***** Data in this exercise

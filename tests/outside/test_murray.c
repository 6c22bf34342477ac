/* SPDX-License-Identifier: GPL-3.0-or-later */
/*
 * A Murray loop test worked in a handbook: N. Hawkins, "Hawkins Electrical Guide", vol. 3, Fig.
 * 597. A wire of 16.46 Ω a mile is looped with a good one, 54.07 Ω together; a slide wire of 1000
 * divisions bridges the loop, the battery lies between its slider and the earth. It balances at
 * 332, so the earth lies 332/1000 of the loop off, 54.07 × 0.332 / 16.46 = 1.0906 miles.
 *
 * Here the same loop stands as a network with the earth where the handbook found it; that bridge
 * must balance: no current in the galvanometer.
 */
#include "network/loops.h"

#include "../suite.h"

#include <check.h>
#include <math.h>

static const double ohms_a_mile = 16.46, loop_ohms = 54.07, miles_found = 1.09;

enum { NEAR, FAR, SLIDER, FAULT, EARTH, NODES };
enum { SLIDE_NEAR, SLIDE_FAR, LINE_NEAR, LINE_FAR, GALVANOMETER, TO_EARTH, EDGES };

/* The galvanometer's current, A from near end to far end, for 1 A from the battery. */
static double galvanometer(struct loops *loops, double divisions, double miles, double earth_ohms,
                           double *reading)
{
    const struct edge edges[EDGES] = {
        [SLIDE_NEAR] = {SLIDER, NEAR, false}, [SLIDE_FAR] = {SLIDER, FAR, false},
        [LINE_NEAR] = {NEAR, FAULT, false},   [LINE_FAR] = {FAR, FAULT, false},
        [GALVANOMETER] = {NEAR, FAR, false},  [TO_EARTH] = {FAULT, EARTH, false},
    };
    const struct probe battery = {SLIDER, EARTH};
    const double slide_ohms = 10.0, meter_ohms = 100.0; /* ours: a balance does not know them */
    const double r[EDGES] = {
        [SLIDE_NEAR] = slide_ohms * divisions / 1000.0,
        [SLIDE_FAR] = slide_ohms * (1000.0 - divisions) / 1000.0,
        [LINE_NEAR] = ohms_a_mile * miles,
        [LINE_FAR] = loop_ohms - ohms_a_mile * miles,
        [GALVANOMETER] = meter_ohms,
        [TO_EARTH] = earth_ohms,
    };
    double current[EDGES], by_column[EDGES];
    const int *edge_of_column;
    ck_assert_int_eq(loops_analyse(loops, NODES, edges, EDGES, &battery, 1), RF_OK);
    ck_assert_uint_eq(loops_columns(loops, &edge_of_column), EDGES);
    for (size_t c = 0; c < EDGES; c++)
        by_column[c] = r[edge_of_column[c]];
    ck_assert_int_eq(loops_factor(loops, by_column), RF_OK);
    *reading = loops_read(loops, 0, NULL, current);
    for (size_t c = 0; c < EDGES; c++)
        if (edge_of_column[c] == GALVANOMETER)
            return current[c];
    ck_abort_msg("no galvanometer among the columns");
    return NAN;
}

START_TEST(bridge_balances_where_the_handbook_found_the_earth)
{
    struct loops *loops = loops_create(NODES, EDGES, 1, EDGES);
    double reading;
    ck_assert_ptr_nonnull(loops);
    const double exact = loop_ohms * 332.0 / 1000.0 / ohms_a_mile;
    ck_assert_double_eq_tol(exact, miles_found, 0.005);
    ck_assert_double_eq_tol(galvanometer(loops, 332, exact, 50, &reading), 0.0, 1e-14);
    /* Balanced, it reads as if the galvanometer were not there. */
    const double near = 3.32 + ohms_a_mile * exact, far = 10.0 + loop_ohms - near;
    ck_assert_double_eq_tol(reading, 50 + near * far / (near + far), 1e-11);

    /* Off balance the current turns round, either side of one division. */
    ck_assert_double_gt(galvanometer(loops, 331, exact, 50, &reading), 1e-5);
    ck_assert_double_lt(galvanometer(loops, 333, exact, 50, &reading), -1e-5);
    loops_destroy(loops);
}
END_TEST

/* Seeks the balance along the slide wire for the place as printed: at 332, to the division, however
 * good or bad the earth. */
START_TEST(balance_is_found_at_the_division_read)
{
    struct loops *loops = loops_create(NODES, EDGES, 1, EDGES);
    const double earths[] = {0.01, 20, 5000};
    ck_assert_ptr_nonnull(loops);
    for (size_t i = 0; i < 3; i++) {
        double low = 1, high = 999, reading;
        while (high - low > 1e-6) {
            double middle = (low + high) / 2;
            if (galvanometer(loops, middle, miles_found, earths[i], &reading) > 0)
                low = middle;
            else
                high = middle;
        }
        ck_assert_double_eq_tol(low, 332.0, 0.5);
    }
    loops_destroy(loops);
}
END_TEST

int main(void)
{
    Suite *suite = suite_create("murray");
    TCase *cases = tcase_create("murray");
    suite_add_tcase(suite, cases);
    tcase_add_test(cases, bridge_balances_where_the_handbook_found_the_earth);
    tcase_add_test(cases, balance_is_found_at_the_division_read);
    return run_suite(suite);
}
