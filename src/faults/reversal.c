/* SPDX-License-Identifier: GPL-3.0-or-later */
#include "faults/places.h"

static void enumerate(const struct rf_job *job, const struct rf_models *models,
                      fault_callback *callback, void *context)
{
    (void)models;
    enumerate_front_pairs(&fault_family_reversal, job, callback, context);
}

static void apply(const struct fault *fault, struct wiring *wiring, double median, int parameter)
{
    (void)median;
    (void)parameter;
    int *first = &wiring->front[terminal(fault->place, pair_members[fault->pair].first)];
    int *second = &wiring->front[terminal(fault->place, pair_members[fault->pair].second)];
    int kept = *first;
    *first = *second;
    *second = kept;
}

static void looks(const struct fault *fault, const struct rf_job *job,
                  const struct rf_models *models, look_callback *callback, void *context)
{
    look_open(job, fault->place, place_share(fault, models), callback, context);
}

static enum danger danger(const struct fault *fault, const struct rf_job *job)
{
    (void)job;
    static const enum danger of_pair[N_PAIRS] = {
        [PAIR_LN] = DANGER_REVERSED,
        [PAIR_LE] = DANGER_LINE_ON_CPC,
        [PAIR_NE] = DANGER_NONE,
    };
    return of_pair[fault->pair];
}

static void describe_kind(const struct fault *fault, struct text *out)
{
    say_pair(fault->pair, out);
    text_add(out, " changed over");
}

static void describe(const struct fault *fault, const struct rf_job *job, struct text *out)
{
    describe_kind(fault, out);
    say_at(job, fault->place, out);
}

const struct fault_family fault_family_reversal = {
    .name = "reversal",
    .fields = FIELD_AT | FIELD_PAIR,
    .enumerate = enumerate,
    .apply = apply,
    .looks = looks,
    .share_names = place_shares,
    .n_shares = 1,
    .danger = danger,
    .describe = describe,
    .describe_kind = describe_kind,
    .span = span_point,
};
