/* SPDX-License-Identifier: GPL-3.0-or-later */

/*
 * The stage of the fit with normal noise against GSL's nonlinear least squares (a general-purpose
 * library): residuals (read − fitted)/σ, and a row θ_j for each parameter's prior. GSL takes its
 * own differences for the Jacobian, so it knows nothing of the engine's gradients. Jobs are
 * invented and simulated.
 */

#include "../hypotheses.h"

#include <gsl/gsl_blas.h>
#include <gsl/gsl_multifit_nlinear.h>
#include <math.h>

struct problem {
    struct forward *forward;
    const struct rf_job *job;
    const struct observation *observations;
    size_t n, d;
};

/* σ as the model defines it; `open` readings and those without a path have no residual. */
static int residuals(const gsl_vector *theta, void *context, gsl_vector *f)
{
    const struct problem *p = context;
    if (forward_evaluate(p->forward, theta->data) != RF_OK)
        return GSL_EFAILED;
    for (size_t i = 0; i < p->n; i++) {
        double y = p->job->readings[i].ohms, r = 0;
        size_t m = p->observations[i].measurement;
        if (!p->job->readings[i].open && forward_reachable(p->forward, m))
            r = (y - forward_mean(p->forward, m)) /
                sqrt(0.015 * 0.015 + 0.015 * 0.015 * y * y + 0.01 * 0.01 / 12);
        gsl_vector_set(f, i, r);
    }
    for (size_t j = 0; j < p->d; j++)
        gsl_vector_set(f, p->n + j, gsl_vector_get(theta, j));
    return GSL_SUCCESS;
}

/* ½ Σ residual² where GSL ends; θ̂ and its covariance. */
static double solve(struct problem *p, gsl_vector *theta, gsl_matrix *covariance)
{
    gsl_multifit_nlinear_parameters parameters = gsl_multifit_nlinear_default_parameters();
    gsl_multifit_nlinear_fdf fdf = {
        .f = residuals, .n = p->n + p->d, .p = p->d, .params = p};
    gsl_multifit_nlinear_workspace *work = gsl_multifit_nlinear_alloc(
        gsl_multifit_nlinear_trust, &parameters, p->n + p->d, p->d);
    double sum = 0;
    int info;
    ck_assert_ptr_nonnull(work);
    gsl_vector_set_zero(theta);
    ck_assert_int_eq(gsl_multifit_nlinear_init(theta, &fdf, work), 0);
    ck_assert_int_eq(gsl_multifit_nlinear_driver(300, 1e-10, 1e-10, 0, NULL, NULL, &info, work), 0);
    gsl_vector_memcpy(theta, gsl_multifit_nlinear_position(work));
    gsl_multifit_nlinear_covar(gsl_multifit_nlinear_jac(work), 0, covariance);
    const gsl_vector *f = gsl_multifit_nlinear_residual(work);
    gsl_blas_ddot(f, f, &sum);
    gsl_multifit_nlinear_free(work);
    return sum / 2;
}

static const char ring[] =
    "\"points\": [{\"id\": \"P1\", \"run_m\": 7}, {\"id\": \"P2\", \"run_m\": null},"
    "{\"id\": \"P3\", \"run_m\": 9}, {\"id\": \"P4\", \"run_m\": 6}], \"last_run_m\": 8,"
    "\"spurs\": [{\"id\": \"S1\", \"from\": \"P3\", \"run_m\": 4}]";

static const char *const truths[] = {
    "",
    "\"family\": \"joint\", \"run\": [\"P2\", \"P3\"], \"conductor\": \"N\"",
    "\"family\": \"contact\", \"at\": \"P2\", \"conductor\": \"L\"",
    "\"family\": \"break\", \"run\": [\"P1\", \"P2\"], \"conductor\": \"L\"",
    "\"family\": \"interconnection\", \"between\": [\"P1\", \"P4\"]",
    "\"family\": \"spur\", \"points\": [\"P2\"]",
    "\"family\": \"short\", \"at\": \"P3\", \"pair\": \"ln\"",
    "\"family\": \"parallel\", \"between\": [\"P1\", \"P3\"]",
    "\"family\": \"not_nulled\"",
    "\"family\": \"bad_link\", \"setup\": \"cross_ln\", \"end\": \"out\"",
    "\"family\": \"size\", \"live_mm2\": 4.0, \"cpc_mm2\": 1.5",
    "\"family\": \"transposed\", \"run\": [\"P1\", \"P2\"], \"pair\": \"ne\"",
};

/*
 * The first stage only prepares the second: it stops when the next step promises less than 1e-3 of
 * the objective or a thousandth of it. So GSL may come lower by about that, never higher; and θ̂ is
 * as near as that much of the objective allows, ½ Δθᵀ H Δθ.
 */
START_TEST(normal_stage)
{
    struct rf_job *plan = job_of(ring,
                                 "\"end_to_end\": {\"l\": 1, \"n\": 1, \"e\": 1},"
                                 "\"cross_ln\": {\"board\": 1, \"P1\": 1, \"P2\": [1, 1], \"P3\": 1,"
                                 "\"P4\": 1, \"S1\": 1}, \"cross_le\": {\"P1\": 1, \"P2\": 1,"
                                 "\"P3\": 1}, \"link_out_ln\": {\"P2\": 1}, \"lead_in_l\": {\"P1\":"
                                 "1}",
                                 "");
    struct simulation simulation = {
        .seed = 11, .given = true, .hypothesis = hypothesis_of(plan, truths[_i])};
    struct truth *truth;
    struct rf_error error;
    ck_assert_int_eq(simulate(plan, models, &simulation, &truth, &error), RF_OK);
    struct bench bench;
    struct fit fit = {0};
    bench_init(&bench, truth->job);
    bench_wire(&bench, &truth->hypothesis);
    ck_assert_int_eq(fitter_analyse(bench.fitter, &bench.wiring), RF_OK);
    ck_assert_int_eq(fitter_fit_normal(bench.fitter, NULL, &fit), RF_OK);
    ck_assert(fit.converged);
    size_t d = fit.n_parameters;
    gsl_vector *ours = gsl_vector_alloc(d), *theirs = gsl_vector_alloc(d);
    gsl_matrix *covariance = gsl_matrix_alloc(d, d);
    memcpy(ours->data, fit.theta, d * sizeof *fit.theta);
    struct problem problem = {.forward = fitter_forward_to_use(bench.fitter),
                              .job = truth->job,
                              .d = d};
    problem.n = fitter_observations(bench.fitter, &problem.observations);
    double least = solve(&problem, theirs, covariance);
    /* Constants of readings without a residual are in ours. */
    gsl_vector *f = gsl_vector_alloc(problem.n + d);
    double objective;
    residuals(ours, &problem, f);
    gsl_blas_ddot(f, f, &objective);
    objective /= 2;
    double allowed = 2 * fmax(1e-3, 1e-3 * fit.objective);
    double apart = 0, sigmas = 0;
    for (size_t j = 0; j < d; j++) {
        double delta = gsl_vector_get(ours, j) - gsl_vector_get(theirs, j);
        apart = fmax(apart, fabs(delta));
        sigmas = fmax(sigmas, fabs(delta) / sqrt(gsl_matrix_get(covariance, j, j)));
    }
    printf("%-12.12s objective %8.4f, GSL %8.4f; θ apart by at most %.4f, %.4f of its σ\n",
           *truths[_i] == '\0' ? "none" : truths[_i] + 11, objective, least, apart, sigmas);
    ck_assert_double_ge(objective, least - 1e-6);
    ck_assert_double_le(objective, least + allowed);
    ck_assert_double_le(sigmas, sqrt(2 * allowed));
    gsl_vector_free(f);
    gsl_vector_free(ours);
    gsl_vector_free(theirs);
    gsl_matrix_free(covariance);
    bench_finish(&bench);
    truth_destroy(truth);
    rf_job_destroy(plan);
}
END_TEST

/* Where no reading is doubtful the two stages agree, and then the spread of each parameter is that
 * of GSL's covariance. */
START_TEST(spread_of_parameters)
{
    struct rf_job *job = job_of(ring,
                                "\"end_to_end\": {\"l\": 0.26, \"n\": 0.26, \"e\": 0.43},"
                                "\"cross_ln\": {\"board\": 0.13, \"P1\": 0.13, \"P2\": 0.13, \"P4\":"
                                "0.13}",
                                "");
    struct bench bench;
    bench_init(&bench, job);
    struct hypothesis none = {0};
    struct fit fit = bench_fit(&bench, &none);
    size_t d = fit.n_parameters;
    gsl_vector *theta = gsl_vector_alloc(d);
    gsl_matrix *covariance = gsl_matrix_alloc(d, d);
    double scratch[32], at[32];
    ck_assert_uint_le(d, 32);
    struct problem problem = {.forward = fitter_forward_to_use(bench.fitter), .job = job, .d = d};
    problem.n = fitter_observations(bench.fitter, &problem.observations);
    for (size_t i = 0; i < problem.n; i++)
        ck_assert_double_gt(fit.weights[i], 0.99);
    memcpy(at, fit.theta, d * sizeof *at);
    solve(&problem, theta, covariance);
    for (size_t j = 0; j < d; j++) {
        ck_assert_double_eq_tol(at[j], gsl_vector_get(theta, j), 0.01);
        ck_assert_double_eq_tol(fit_parameter_sigma(&fit, j, scratch),
                                sqrt(gsl_matrix_get(covariance, j, j)), 0.003);
    }
    gsl_vector_free(theta);
    gsl_matrix_free(covariance);
    bench_finish(&bench);
    rf_job_destroy(job);
}
END_TEST

int main(void)
{
    Suite *suite = suite_create("least squares");
    TCase *tests = tcase_create("least squares");
    suite_add_tcase(suite, tests);
    tcase_add_checked_fixture(tests, load_models, unload_models);
    tcase_add_loop_test(tests, normal_stage, 0, (int)(sizeof truths / sizeof *truths));
    tcase_add_test(tests, spread_of_parameters);
    return run_suite(suite);
}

**********

To do:
Copy the records above exactly, beginning at the line that contains "ck_assert_double_eq_tol(low, 332.0, 0.5);" and stopping after the line that contains "(void)parameter;".

Written solution:
        ck_assert_double_eq_tol(low, 332.0, 0.5);
    }
    loops_destroy(loops);
}
END_TEST

int main(void)
{
    Suite *suite = suite_create("murray");
    TCase *cases = tcase_create("murray");
    suite_add_tcase(suite, cases);
    tcase_add_test(cases, bridge_balances_where_the_handbook_found_the_earth);
    tcase_add_test(cases, balance_is_found_at_the_division_read);
    return run_suite(suite);
}
filename src/faults/reversal.c
/* SPDX-License-Identifier: GPL-3.0-or-later */
#include "faults/places.h"

static void enumerate(const struct rf_job *job, const struct rf_models *models,
                      fault_callback *callback, void *context)
{
    (void)models;
    enumerate_front_pairs(&fault_family_reversal, job, callback, context);
}

static void apply(const struct fault *fault, struct wiring *wiring, double median, int parameter)
{
    (void)median;
    (void)parameter;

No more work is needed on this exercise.